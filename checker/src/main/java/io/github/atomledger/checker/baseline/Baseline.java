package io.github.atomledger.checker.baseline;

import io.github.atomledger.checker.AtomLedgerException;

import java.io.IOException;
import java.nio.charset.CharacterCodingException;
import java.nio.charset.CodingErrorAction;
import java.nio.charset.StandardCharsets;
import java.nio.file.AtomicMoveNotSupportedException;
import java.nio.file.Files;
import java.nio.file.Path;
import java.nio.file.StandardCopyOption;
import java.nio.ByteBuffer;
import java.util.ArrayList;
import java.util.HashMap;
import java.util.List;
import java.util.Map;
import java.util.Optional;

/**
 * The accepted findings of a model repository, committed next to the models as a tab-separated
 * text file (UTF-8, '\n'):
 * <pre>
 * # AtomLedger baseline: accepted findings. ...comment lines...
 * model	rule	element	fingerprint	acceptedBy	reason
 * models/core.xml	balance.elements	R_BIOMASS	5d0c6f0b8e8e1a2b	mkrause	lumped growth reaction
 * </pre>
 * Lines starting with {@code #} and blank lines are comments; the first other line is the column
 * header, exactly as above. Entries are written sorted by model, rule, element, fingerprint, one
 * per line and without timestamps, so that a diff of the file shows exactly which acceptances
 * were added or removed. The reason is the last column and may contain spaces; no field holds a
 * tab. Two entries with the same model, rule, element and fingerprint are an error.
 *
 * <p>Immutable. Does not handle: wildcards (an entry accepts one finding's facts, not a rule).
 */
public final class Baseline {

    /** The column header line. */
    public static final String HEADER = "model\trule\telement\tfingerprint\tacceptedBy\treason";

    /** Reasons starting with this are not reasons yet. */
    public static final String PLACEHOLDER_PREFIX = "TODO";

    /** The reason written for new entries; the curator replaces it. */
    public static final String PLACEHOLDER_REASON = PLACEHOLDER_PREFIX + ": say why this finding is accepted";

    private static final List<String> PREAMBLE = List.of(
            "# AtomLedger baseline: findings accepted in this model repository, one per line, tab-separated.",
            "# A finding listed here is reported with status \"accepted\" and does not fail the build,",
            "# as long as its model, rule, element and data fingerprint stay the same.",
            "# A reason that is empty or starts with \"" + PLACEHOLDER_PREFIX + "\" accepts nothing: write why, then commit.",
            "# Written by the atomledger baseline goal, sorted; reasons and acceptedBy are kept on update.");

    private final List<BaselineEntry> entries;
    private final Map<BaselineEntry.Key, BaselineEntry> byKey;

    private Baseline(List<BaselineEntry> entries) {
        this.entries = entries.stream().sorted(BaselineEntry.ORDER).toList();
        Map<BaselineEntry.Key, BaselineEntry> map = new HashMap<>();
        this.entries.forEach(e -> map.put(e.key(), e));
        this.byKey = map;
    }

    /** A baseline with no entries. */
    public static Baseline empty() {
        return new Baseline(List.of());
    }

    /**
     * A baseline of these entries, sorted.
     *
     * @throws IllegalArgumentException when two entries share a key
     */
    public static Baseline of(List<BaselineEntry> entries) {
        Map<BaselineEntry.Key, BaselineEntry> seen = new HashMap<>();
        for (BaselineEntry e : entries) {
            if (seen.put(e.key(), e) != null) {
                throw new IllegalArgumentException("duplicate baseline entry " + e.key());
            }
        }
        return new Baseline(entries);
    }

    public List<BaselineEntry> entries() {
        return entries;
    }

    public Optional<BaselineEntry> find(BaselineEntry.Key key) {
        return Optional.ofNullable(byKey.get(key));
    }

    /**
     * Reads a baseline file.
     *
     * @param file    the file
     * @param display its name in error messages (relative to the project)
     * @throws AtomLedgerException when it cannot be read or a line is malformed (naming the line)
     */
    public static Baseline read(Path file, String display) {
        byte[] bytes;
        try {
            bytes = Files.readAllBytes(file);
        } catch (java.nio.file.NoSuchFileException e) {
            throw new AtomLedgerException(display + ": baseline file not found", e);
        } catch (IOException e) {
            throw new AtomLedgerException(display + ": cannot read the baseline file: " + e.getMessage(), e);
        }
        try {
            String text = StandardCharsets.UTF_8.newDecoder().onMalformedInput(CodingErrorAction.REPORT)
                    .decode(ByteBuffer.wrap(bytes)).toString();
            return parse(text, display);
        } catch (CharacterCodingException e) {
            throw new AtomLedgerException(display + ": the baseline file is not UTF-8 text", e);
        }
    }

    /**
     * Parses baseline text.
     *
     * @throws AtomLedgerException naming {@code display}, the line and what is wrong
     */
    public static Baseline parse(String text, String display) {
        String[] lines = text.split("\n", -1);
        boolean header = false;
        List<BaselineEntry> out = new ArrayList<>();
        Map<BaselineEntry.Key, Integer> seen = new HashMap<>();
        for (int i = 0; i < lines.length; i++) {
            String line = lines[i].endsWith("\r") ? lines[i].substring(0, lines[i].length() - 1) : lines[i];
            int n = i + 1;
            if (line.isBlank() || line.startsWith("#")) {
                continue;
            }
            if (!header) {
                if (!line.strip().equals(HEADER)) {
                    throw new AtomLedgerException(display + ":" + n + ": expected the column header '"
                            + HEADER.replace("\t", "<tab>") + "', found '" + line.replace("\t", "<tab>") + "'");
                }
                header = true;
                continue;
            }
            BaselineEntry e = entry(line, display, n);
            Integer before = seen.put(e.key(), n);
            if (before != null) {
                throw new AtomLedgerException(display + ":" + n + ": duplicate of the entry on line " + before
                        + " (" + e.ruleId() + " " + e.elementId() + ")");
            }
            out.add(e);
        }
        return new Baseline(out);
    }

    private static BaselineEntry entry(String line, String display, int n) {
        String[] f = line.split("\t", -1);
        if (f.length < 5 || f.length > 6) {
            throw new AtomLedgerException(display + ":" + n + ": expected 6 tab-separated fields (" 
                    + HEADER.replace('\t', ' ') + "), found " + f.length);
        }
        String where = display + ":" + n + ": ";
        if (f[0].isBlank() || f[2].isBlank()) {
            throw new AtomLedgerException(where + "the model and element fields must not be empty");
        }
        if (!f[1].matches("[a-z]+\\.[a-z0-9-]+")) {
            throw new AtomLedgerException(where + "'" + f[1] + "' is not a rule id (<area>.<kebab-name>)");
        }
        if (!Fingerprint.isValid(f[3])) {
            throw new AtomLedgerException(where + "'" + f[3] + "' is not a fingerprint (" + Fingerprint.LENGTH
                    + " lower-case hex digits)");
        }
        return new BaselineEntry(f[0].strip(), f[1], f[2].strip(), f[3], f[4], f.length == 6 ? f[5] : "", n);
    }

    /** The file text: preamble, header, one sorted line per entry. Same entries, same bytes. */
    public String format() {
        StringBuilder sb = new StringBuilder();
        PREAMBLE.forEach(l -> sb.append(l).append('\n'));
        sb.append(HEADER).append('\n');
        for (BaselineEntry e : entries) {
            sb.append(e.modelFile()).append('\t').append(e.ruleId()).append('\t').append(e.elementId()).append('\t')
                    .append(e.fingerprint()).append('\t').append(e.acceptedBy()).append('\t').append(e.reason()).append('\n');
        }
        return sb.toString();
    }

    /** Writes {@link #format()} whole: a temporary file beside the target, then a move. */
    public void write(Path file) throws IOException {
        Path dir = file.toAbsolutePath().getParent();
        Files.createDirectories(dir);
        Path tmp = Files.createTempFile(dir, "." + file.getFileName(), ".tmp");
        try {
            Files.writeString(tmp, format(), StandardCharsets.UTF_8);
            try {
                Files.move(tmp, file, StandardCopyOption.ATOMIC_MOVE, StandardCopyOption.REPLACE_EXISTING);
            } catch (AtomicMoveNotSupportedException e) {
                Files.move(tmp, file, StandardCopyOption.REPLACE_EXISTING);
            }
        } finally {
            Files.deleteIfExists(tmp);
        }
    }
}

#####

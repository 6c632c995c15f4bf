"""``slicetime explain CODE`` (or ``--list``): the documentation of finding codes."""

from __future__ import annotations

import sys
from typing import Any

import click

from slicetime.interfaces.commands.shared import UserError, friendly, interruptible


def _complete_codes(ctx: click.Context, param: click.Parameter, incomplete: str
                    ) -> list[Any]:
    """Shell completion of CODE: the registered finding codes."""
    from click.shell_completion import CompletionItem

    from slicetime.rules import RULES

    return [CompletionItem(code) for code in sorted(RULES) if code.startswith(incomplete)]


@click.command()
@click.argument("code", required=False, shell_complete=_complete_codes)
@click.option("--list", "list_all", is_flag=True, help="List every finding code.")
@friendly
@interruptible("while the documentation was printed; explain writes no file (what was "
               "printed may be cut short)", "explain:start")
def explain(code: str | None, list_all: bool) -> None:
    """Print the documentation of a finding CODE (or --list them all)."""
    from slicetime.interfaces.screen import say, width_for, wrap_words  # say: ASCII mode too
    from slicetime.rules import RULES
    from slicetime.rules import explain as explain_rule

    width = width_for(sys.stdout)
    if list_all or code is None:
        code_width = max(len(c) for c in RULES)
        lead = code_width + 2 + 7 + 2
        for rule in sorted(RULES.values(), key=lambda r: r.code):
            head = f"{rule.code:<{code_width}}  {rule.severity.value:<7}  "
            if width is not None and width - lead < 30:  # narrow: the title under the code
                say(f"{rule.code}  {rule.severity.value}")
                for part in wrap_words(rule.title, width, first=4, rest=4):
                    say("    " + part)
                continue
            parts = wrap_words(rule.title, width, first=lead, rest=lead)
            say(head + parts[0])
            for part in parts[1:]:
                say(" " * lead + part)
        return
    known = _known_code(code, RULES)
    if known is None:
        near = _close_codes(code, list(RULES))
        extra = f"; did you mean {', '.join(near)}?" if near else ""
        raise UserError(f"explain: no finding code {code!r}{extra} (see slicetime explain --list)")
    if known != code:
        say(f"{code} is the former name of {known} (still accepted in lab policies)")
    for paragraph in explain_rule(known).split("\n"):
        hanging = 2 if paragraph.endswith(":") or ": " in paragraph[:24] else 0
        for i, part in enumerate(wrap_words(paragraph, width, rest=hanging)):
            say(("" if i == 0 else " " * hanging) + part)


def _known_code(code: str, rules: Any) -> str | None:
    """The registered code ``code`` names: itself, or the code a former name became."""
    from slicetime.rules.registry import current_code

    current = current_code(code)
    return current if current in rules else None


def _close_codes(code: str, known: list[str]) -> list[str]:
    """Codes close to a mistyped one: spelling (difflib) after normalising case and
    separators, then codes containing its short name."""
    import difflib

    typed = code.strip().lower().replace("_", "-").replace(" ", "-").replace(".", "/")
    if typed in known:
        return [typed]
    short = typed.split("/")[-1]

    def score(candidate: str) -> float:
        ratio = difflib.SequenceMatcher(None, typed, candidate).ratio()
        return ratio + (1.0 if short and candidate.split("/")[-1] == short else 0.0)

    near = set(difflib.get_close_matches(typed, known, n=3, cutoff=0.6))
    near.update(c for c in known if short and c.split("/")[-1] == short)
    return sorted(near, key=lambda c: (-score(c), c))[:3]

#####

▶ [Exercise directions]: Your answer should be the lines of the records that hold the string "reasons".

▶ [Solution to this task]:
    /** Reasons starting with this are not reasons yet. */
            "# Written by the atomledger baseline goal, sorted; reasons and acceptedBy are kept on update.");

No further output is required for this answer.